I think ikigai is important for our lives and jobs in medicine. In a prior column, I talked about the importance of directing skepticism to the domains that cost more, have more serious harms, are invasive, where reason can persuade, etc. I made this argument to persuade the younger generation to shift their energies because I believe more net benefit to society would result from this shift. Here I wish to focus on those of us who spend time with patient care or traditional scientific research. How can we make better use of our time within our fields?
Be hard on yourself
A colleague of mine examines his CV every 5 years and color codes all his projects. Was this high impact (green) -- something that would change how I practice or make a difference in the lives of others?

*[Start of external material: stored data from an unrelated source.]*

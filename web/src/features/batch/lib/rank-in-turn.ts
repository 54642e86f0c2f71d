/**
 * Ranks a batch one spec after another (each ranking is a few hundred milliseconds of engine
 * work on the server; one at a time keeps the server free for everyone else), reporting progress
 * before each spec, going on past a failure, and stopping between specs when asked. Pure.
 */

export interface RankItem {
  specId: number;
  title: string;
}

export interface RankOutcome<P> {
  item: RankItem;
  proposal?: P;
  error?: string;
}

export interface RankProgress {
  done: number;
  total: number;
  /** The spec being ranked now (null once finished or stopped). */
  current: RankItem | null;
}

export async function rankInTurn<P>(
  items: readonly RankItem[],
  rankOne: (specId: number) => Promise<P>,
  options: { onProgress?: (progress: RankProgress) => void; shouldStop?: () => boolean } = {},
): Promise<RankOutcome<P>[]> {
  const outcomes: RankOutcome<P>[] = [];
  for (const item of items) {
    if (options.shouldStop?.()) break;
    options.onProgress?.({ done: outcomes.length, total: items.length, current: item });
    try {
      outcomes.push({ item, proposal: await rankOne(item.specId) });
    } catch (error) {
      outcomes.push({ item, error: error instanceof Error ? error.message : 'The ranking could not be made.' });
    }
  }
  options.onProgress?.({ done: outcomes.length, total: items.length, current: null });
  return outcomes;
}
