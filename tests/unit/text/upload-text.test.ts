/**
 * The one "is this upload really text" check (shared/text/upload-text.ts), behind the library
 * file, measurement CSV and spec import uploads.
 *
 * UTF-8 validity follows RFC 3629, section 3 (the UTF8-octets grammar): no C0/C1 lead bytes, no
 * overlong forms (E0 needs A0..BF after it, F0 needs 90..BF), no surrogates (ED needs 80..9F),
 * nothing above U+10FFFF (F4 needs 80..8F, F5..FF never appear), no truncated sequence; the
 * same bytes the WHATWG Encoding Standard's fatal UTF-8 decoder refuses. Control characters are
 * Unicode's Cc category (U+0000–U+001F, U+007F–U+009F); the ones a text file may hold are tab,
 * line feed, form feed and carriage return.
 */
import { describe, expect, test } from 'vitest';
import { BINARY_CONTROL_SHARE, decodeUploadText, isStrayControl } from '#shared/text/upload-text';

const bytes = (text: string) => new TextEncoder().encode(text);
const fatalDecoderRefuses = (input: Uint8Array) => {
  try {
    new TextDecoder('utf-8', { fatal: true }).decode(input);
    return false;
  } catch {
    return true;
  }
};

describe('decodeUploadText: bytes that are text', () => {
  test('UTF-8 with accents is read as written; a byte order mark is dropped', () => {
    expect(decodeUploadText(bytes('\uFEFFÜbersicht, 4,7 µA\r\n'), { controls: 'refuse' })).toEqual({ ok: true, text: 'Übersicht, 4,7 µA\r\n' });
  });

  test('tab, line feed, form feed and carriage return are text; the other controls are not (Unicode Cc)', () => {
    for (const code of [0x09, 0x0a, 0x0c, 0x0d]) expect(isStrayControl(code)).toBe(false);
    for (const code of [0x00, 0x07, 0x0b, 0x1b, 0x1f, 0x7f, 0x85, 0x9f]) expect(isStrayControl(code)).toBe(true);
    for (const code of [0x20, 0x7e, 0xa0, 0xe9]) expect(isStrayControl(code)).toBe(false);
  });
});

describe('decodeUploadText: bytes that are not text, with the line they are on', () => {
  test('over the size limit: the sizes, before anything else is read', () => {
    expect(decodeUploadText(new Uint8Array(11), { maxBytes: 10, controls: 'keep' })).toEqual({ ok: false, problem: { kind: 'too-large', bytes: 11, maxBytes: 10 } });
    expect(decodeUploadText(new Uint8Array(10).fill(0x41), { maxBytes: 10, controls: 'keep' }).ok).toBe(true);
  });

  test('a NUL byte (binary, or UTF-16 text) is refused before the encoding is checked', () => {
    const utf16 = new Uint8Array([0xff, 0xfe, 0x61, 0x00]);
    expect(decodeUploadText(utf16, { controls: 'keep' })).toEqual({ ok: false, problem: { kind: 'nul', line: 1 } });
  });

  test.each([
    ['a lone continuation byte', [0x80]],
    ['a C0 lead byte (overlong two-byte form)', [0xc0, 0xaf]],
    ['an overlong three-byte form (E0 80..9F)', [0xe0, 0x80, 0xaf]],
    ['an encoded surrogate half (ED A0..BF)', [0xed, 0xa0, 0x80]],
    ['a code point above U+10FFFF (F4 90..)', [0xf4, 0x90, 0x80, 0x80]],
    ['an F5 lead byte', [0xf5, 0x80, 0x80, 0x80]],
    ['a truncated three-byte sequence', [0xe2, 0x82]],
    ['Latin-1 "é"', [0xe9, 0x0a]],
  ])('%s (RFC 3629) is not UTF-8, on its line, as the fatal decoder also says', (_name, tail) => {
    const input = new Uint8Array([...bytes('a\nb\n'), ...tail]);
    expect(fatalDecoderRefuses(input)).toBe(true);
    expect(decodeUploadText(input, { controls: 'keep' })).toEqual({ ok: false, problem: { kind: 'not-utf8', line: 3 } });
  });

  test('lines end at CR LF, LF or CR, as the file readers count them (a classic Mac file counts its lines too)', () => {
    expect(decodeUploadText(new Uint8Array([...bytes('a\rb\r\nc\r'), 0]), { controls: 'keep' })).toEqual({ ok: false, problem: { kind: 'nul', line: 4 } });
    expect(decodeUploadText(new Uint8Array([...bytes('a\rb\r'), 0x80]), { controls: 'keep' })).toEqual({ ok: false, problem: { kind: 'not-utf8', line: 3 } });
  });

  test('refuse: one stray control refuses the file, naming it and its line', () => {
    expect(decodeUploadText(bytes('a\r\nb\u0007\n'), { controls: 'refuse' })).toEqual({ ok: false, problem: { kind: 'control', line: 2, code: 7, count: 1, length: 6 } });
    expect(decodeUploadText(bytes('a\u000bb'), { controls: 'refuse' })).toMatchObject({ ok: false, problem: { kind: 'control', code: 0x0b } });
  });

  test(`refuse-binary: more than ${BINARY_CONTROL_SHARE * 100} % stray controls refuse the file; fewer are left to the reader`, () => {
    const few = `\u0002${'a'.repeat(99)}`; // 1 in 100: not more than 1 %
    expect(decodeUploadText(bytes(few), { controls: 'refuse-binary' })).toEqual({ ok: true, text: few });
    const many = `${'a'.repeat(98)}\n\u0002\u0002`; // 2 in 101
    expect(decodeUploadText(bytes(many), { controls: 'refuse-binary' })).toEqual({ ok: false, problem: { kind: 'control', line: 2, code: 2, count: 2, length: 101 } });
  });

  test('keep: controls are left to the reader', () => {
    expect(decodeUploadText(bytes('a\u0007b'), { controls: 'keep' })).toEqual({ ok: true, text: 'a\u0007b' });
  });
});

Modest impact (yellow) -- something that helps others, but bolsters or supports other ideas and not drives change by itself? Or low impact (red) -- the work was sound, but unlikely to have any real effect? Then, going forward, he makes it a point to say no to yellow and red projects, so he has time to say yes to green ones.
For years, I have done something similar. I divide my work into thematic areas and ask for each group: are we changing the field or at least changing minds? A year ago, I decided that on the topic of physicians' financial conflicts of interest, we had reached stalemate and were unlikely to change anyone's mind. All of the work we had done, which I thought was clever and persuasive, was most likely merely preaching to the choir. I discussed with my research team, and a few colleagues, they agreed: we could publish another 20 papers but would not swing more votes. We gave up that line of research.
This is also a reason why I enjoy working on topical issues. When an issue is new, is fresh, there are lots of swing votes. If you persuade people of sound principles of evidence-based medicine in these moments, eventually they apply those to situations where ideas are more ossified. Picking on a longstanding practice is challenging.
My point is that life is short, and one cannot bang on about something if one feels that further work in this direction is unlikely to improve outcomes for people, change minds, or impact others. The world doesn't need preaching to the choir. Now before you find something I wrote or do that you think violates my rule -- remember, this is all in your own estimation! For better or worse, I still believe in causes on which I write.
Make your own decisions
We all outsource some decisions. Recently, I bought a particular brand of TV based on the recommendation of a trusted friend. The truth is, I didn't care enough to do the research myself, and assumed he did. We cannot do the same thing in our practice and research.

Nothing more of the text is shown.